BEGIN
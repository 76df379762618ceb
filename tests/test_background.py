"""Background sampling: an area quadrature drawn with replacement, seeds, bias weighting, mask, buffer,
exclusions, laziness; the bias corrections (weighted background, effort as a covariate) on simulated records."""

import logging

import dask.array as dsa
import numpy as np
import pandas as pd
import pyproj
import pytest
import xarray as xr
from scipy.stats import binomtest
from sklearn.metrics.pairwise import haversine_distances

from tests.conftest import make_stack
from envelope.background import draw_background, drop_unrecorded, resolve_bias_method, sample_background
from envelope.errors import GridMismatchError, InputError
from envelope.grids import cell_area_km2
from envelope.models import PointProcessModel
from envelope.records import EARTH_RADIUS_M, values_at


def stack_with_holes():
    grid = make_stack(nx=30, ny=20)
    grid[0, :5, :] = np.nan      # a missing band in one variable
    grid[1, :, 25:] = np.nan     # and a missing strip in the other
    return grid


def test_distinct_valid_cells_with_centres_and_values():
    # Common practice, no source: background cells are distinct cells where every variable is known;
    # repeated draws are counted in `weight`, which sums to the number of draws.
    grid = stack_with_holes()
    cells = sample_background(grid, 200, seed=3, with_values=True)
    assert cells["weight"].sum() == 200 and (cells["weight"] >= 1).all()
    assert (cells["weight"] == np.round(cells["weight"])).all()
    assert len(cells) < 200  # 200 draws with replacement from 375 cells repeat some (P(no repeat) ~ 1e-30)
    assert not cells.duplicated(["row", "col"]).any()
    assert (cells["row"] >= 5).all() and (cells["col"] < 25).all()
    np.testing.assert_array_equal(cells["x"], grid["x"].values[cells["col"]])
    np.testing.assert_array_equal(cells["y"], grid["y"].values[cells["row"]])
    # Source: NumPy fancy indexing as the reference for the values
    raw = grid.values
    np.testing.assert_array_equal(cells[["t", "p"]].to_numpy(), raw[:, cells["row"], cells["col"]].T)


def test_seeded_reproducible():
    # Common practice, no source: numpy default_rng with the same seed gives the same draw.
    grid = stack_with_holes()
    a = sample_background(grid, 100, seed=11)
    pd.testing.assert_frame_equal(a, sample_background(grid, 100, seed=11))
    assert not a.equals(sample_background(grid, 100, seed=12))


def test_uniform_draw_is_uniform_over_valid_cells():
    # Source: binomial test (scipy.stats.binomtest). Draws are independent; cell areas depend on the row
    # only, so within rows 5-19 a draw falls in columns 0-11 with probability 12/25 = 180/375.
    grid = stack_with_holes()
    hits = np.zeros((20, 30))
    for seed in range(300):
        cells = sample_background(grid, 25, seed=seed)
        hits[cells["row"], cells["col"]] += cells["weight"]
    left = hits[5:, :12].sum()  # 15 x 12 = 180 of the 375 valid cells
    assert hits.sum() == 300 * 25
    assert binomtest(int(left), 300 * 25, 180 / 375).pvalue > 1e-3


def _geodesic_row_areas(grid):
    """Area (km2) of one cell of each row, from pyproj.Geod on WGS84 (the reference)."""
    geod = pyproj.Geod(ellps="WGS84")
    res = float(abs(grid["y"].values[1] - grid["y"].values[0]))
    x0 = float(grid["x"].values[0])
    out = []
    for lat in grid["y"].values:
        lons = [x0 - res / 2, x0 + res / 2, x0 + res / 2, x0 - res / 2]
        lats = [lat - res / 2, lat - res / 2, lat + res / 2, lat + res / 2]
        out.append(abs(geod.polygon_area_perimeter(lons, lats)[0]) / 1e6)
    return np.array(out)


def test_draw_is_per_unit_area_on_a_geographic_grid():
    # Source: pyproj.Geod geodesic cell areas on WGS84 as expected draw shares; chi-square goodness of fit
    # (scipy.stats.chisquare). On a 10-70 N grid the per-cell draw (per_area=False) is rejected outright.
    from scipy.stats import chisquare

    grid = make_stack(nx=100, ny=120, lon0=0.0, lat0=70.0, res=0.5)
    expected_share = _geodesic_row_areas(grid) / _geodesic_row_areas(grid).sum()
    n = 10_000  # fewer than the 12 000 cells: drawn at random, about 83 per row
    for per_area, ok in ((True, True), (False, False)):
        cells = sample_background(grid, n, seed=4, per_area=per_area)
        per_row = np.bincount(cells["row"], weights=cells["weight"], minlength=120)
        p = chisquare(per_row, n * expected_share).pvalue
        assert (p > 1e-3) if ok else (p < 1e-12)


def test_fewer_valid_cells_than_asked_takes_all_and_warns(caplog):
    # Source: pyproj.Geod geodesic cell areas (WGS84): with every cell taken once, the weights are the
    # exact area quadrature of the grid (proportional to cell area, mean 1).
    grid = stack_with_holes()
    with caplog.at_level(logging.WARNING, logger="envelope.background"):
        cells = sample_background(grid, 10_000)
    assert len(cells) == 15 * 25
    assert "fewer than the 10000 asked" in caplog.text
    assert cells["weight"].mean() == pytest.approx(1.0)
    area = _geodesic_row_areas(grid)[cells["row"]]
    np.testing.assert_allclose(cells["weight"], area / area.mean(), rtol=1e-6)


def test_bias_weighting_three_to_one():
    # Source: binomial test (scipy.stats.binomtest). One draw per seed: P(heavy half) = 3*50 / (3*50 + 50) = 0.75.
    grid = make_stack(nx=10, ny=10)
    bias = np.ones((10, 10))
    bias[:, :5] = 3.0
    bias[0, 9] = 0.0      # never sampled
    bias[1, 9] = np.nan   # never sampled
    heavy = 0
    draws = 1500
    for seed in range(draws):
        cells = sample_background(grid, 1, seed=seed, bias=bias, per_area=False)
        assert (cells["row"].iloc[0], cells["col"].iloc[0]) not in {(0, 9), (1, 9)}
        heavy += int(cells["col"].iloc[0] < 5)
    assert binomtest(heavy, draws, 150 / 198).pvalue > 1e-3


def test_bias_zero_nan_and_negative():
    # Common practice, no source.
    grid = make_stack(nx=10, ny=10)
    bias = np.zeros((10, 10))
    bias[2, 3] = 1.0
    bias[4, 4] = np.nan
    cells = sample_background(grid, 5, bias=bias)
    assert cells[["row", "col"]].values.tolist() == [[2, 3]]
    bias[7, 7] = -0.5
    with pytest.raises(InputError, match=r"bias: 1 cells are negative \(lowest -0.5\)"):
        sample_background(grid, 5, bias=bias)
    with pytest.raises(GridMismatchError, match="bias: shape"):
        sample_background(grid, 5, bias=np.ones((9, 10)))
END
▸ ASSIGNED TASK:
In the listing above, locate the line with "return np.array(out)" and the line with "# Source: pyproj.Geod geodesic cell areas on", then extract exactly those lines and every line between them, and nothing more.

▸ WRITTEN RESPONSE:
    return np.array(out)


def test_draw_is_per_unit_area_on_a_geographic_grid():
    # Source: pyproj.Geod geodesic cell areas on WGS84 as expected draw shares; chi-square goodness of fit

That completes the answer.